# Wago 750-880 webserver probleme / 404 Not Found



## Player-Ben (30 August 2015)

Hallo zusammen,   ich wollte gerade Änderungen an der Modbuseinstellung vornehmen und habe festgestellt, dass diese auf dem Werbserver nicht verfügbar ist. Vorgang: Ich habe mich mit dem Browser über die IP mit der Wago verbunden.

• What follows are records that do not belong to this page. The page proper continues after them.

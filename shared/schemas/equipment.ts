import { z } from 'zod';

/** What sits in or under a tank; the trade's own names for each kind. */
export const equipmentKinds = [
  'return-pump',
  'skimmer',
  'heater',
  'chiller',
  'lighting',
  'wavemaker',
  'dosing-pump',
  'reactor',
  'controller',
  'auto-top-off',
  'uv-steriliser',
  'filter',
  'probe',
  'power-board',
  'other',
] as const;
export const equipmentKind = z.enum(equipmentKinds);
export type EquipmentKind = z.infer<typeof equipmentKind>;

export const equipmentKindLabels: Readonly<Record<EquipmentKind, string>> = {
  'return-pump': 'Return pump',
  skimmer: 'Protein skimmer',
  heater: 'Heater',
  chiller: 'Chiller',
  lighting: 'Lighting',
  wavemaker: 'Wavemaker',
  'dosing-pump': 'Dosing pump',
  reactor: 'Reactor',
  controller: 'Controller',
  'auto-top-off': 'Auto top-off',
  'uv-steriliser': 'UV steriliser',
  filter: 'Filter',
  probe: 'Probe',
  'power-board': 'Power board',
  other: 'Other',
};
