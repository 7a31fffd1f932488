import type { Request } from 'express';
import { depsOf } from '../deps';
import { appOrigin } from '../env';
import { SignInRefused, type VerifiedIdentity } from '../lib/oidc-client';
import { acceptPendingInvitation } from './invitations';
import { findUserByIdentity } from './users';

/** Only a path inside the app: no scheme, no host, no protocol-relative `//` (RFC 9700 §4.11). */
export function safeReturnTo(value: unknown): string {
  if (typeof value !== 'string' || !value.startsWith('/') || value.startsWith('//') || /[\\\s]/.test(value)) {
    return '/';
  }
  const url = new URL(value, 'http://app.invalid');
  if (url.origin !== 'http://app.invalid' || url.pathname.startsWith('/auth/')) return '/';
  return `${url.pathname}${url.search}${url.hash}`;
}

function promisify(run: (done: (error?: unknown) => void) => void): Promise<void> {
  return new Promise((resolve, reject) => run((error) => (error ? reject(error) : resolve())));
}

export const regenerateSession = (req: Request) => promisify((done) => req.session.regenerate(done));
export const destroySession = (req: Request) => promisify((done) => req.session.destroy(done));
const saveSession = (req: Request) => promisify((done) => req.session.save(done));

export async function beginSignIn(req: Request, returnTo: unknown): Promise<string> {
  const { oidc } = depsOf(req);
  const { url, pending } = await oidc.startLogin(safeReturnTo(returnTo));
  req.session.pendingLogin = pending;
  await saveSession(req);
  return url;
}

export type SignInOutcome =
  { kind: 'signed-in'; returnTo: string } | { kind: 'no-access' } | { kind: 'refused'; reason: string };

/**
 * The callback: the pending state and nonce are taken out of the session before anything
 * else, so they are accepted once; the session id changes at sign-in (OWASP ASVS V7).
 */
export async function completeSignIn(req: Request): Promise<SignInOutcome> {
  const deps = depsOf(req);
  const pending = req.session.pendingLogin;
  const invitationHash = req.session.pendingInvitation;
  delete req.session.pendingLogin;
  delete req.session.pendingInvitation;
  if (!pending) {
    await saveSession(req);
    return { kind: 'refused', reason: 'This sign-in link has already been used or has expired.' };
  }
  const callbackUrl = new URL(req.originalUrl, appOrigin(deps.env));
  let identity: VerifiedIdentity;
  try {
    identity = await deps.oidc.finishLogin(callbackUrl, pending);
  } catch (error) {
    await saveSession(req);
    if (error instanceof SignInRefused) {
      req.log.warn({ reason: error.reason }, 'sign-in refused');
      return { kind: 'refused', reason: 'The sign-in could not be verified. Please try again.' };
    }
    throw error;
  }

  const now = deps.clock();
  let user = await findUserByIdentity(deps.db, identity.issuer, identity.subject);
  if (invitationHash) {
    user = (await acceptPendingInvitation(deps, invitationHash, identity, user, now)) ?? user;
  }
  await regenerateSession(req);
  if (!user || user.status !== 'active') {
    req.session.noAccess = {
      email: identity.email,
      name: identity.name,
      reason: user ? 'deactivated' : invitationHash ? 'invitation-invalid' : 'not-invited',
    };
    await saveSession(req);
    return { kind: 'no-access' };
  }
  req.session.userId = user.id;
  req.session.signedInAt = now.getTime();
  req.session.lastSeenAt = now.getTime();
  req.session.idToken = identity.idToken;
  await saveSession(req);
  // Someone who came in through the front door goes to their own start page.
  const home = user.role === 'owner' ? '/tanks' : '/console';
  return { kind: 'signed-in', returnTo: pending.returnTo === '/' ? home : pending.returnTo };
}

/** Ends our session first, then hands the browser to the provider's end_session endpoint. */
export async function signOut(req: Request): Promise<string> {
  const { oidc } = depsOf(req);
  const idToken = req.session.idToken;
  await destroySession(req);
  return oidc.endSessionUrl(idToken);
}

Anschließend klickte ich auf Modbus (Benutzereingabe und Passwort wurde verlangt) dort kam folgende Meldung:  404 Not Found Url '/WEBSERV\CPLCFG\MCAST.SSI' not found on server  Diese Meldung kommt auch bei folgenden anderen Funktionen: PLC Info SD Card Backup & Restore  Ich wäre euch sehr dankbar, wenn ihr mir helfen könntet.  Grüße Ben


----------



## .:WAGO::014731:. (31 August 2015)

Hallo Player-Ben,

mit Wago Ethernet Settings(möglichst aktuelle Version) das Dateisystem zurücksetzen(altes Format & Extrakt), dann werden auch alle Webserver Dateien auf Auslieferzustand gebracht. Neustart.


----------



## Player-Ben (31 August 2015)

danke für die Antwort, das Problem konnte mit der genannten Software und der Werkswiederherstellung behoben werden. Wobei mir noch nicht ganz klar ist wie es dazu kommen konnte.  Viele Grüße Ben


----------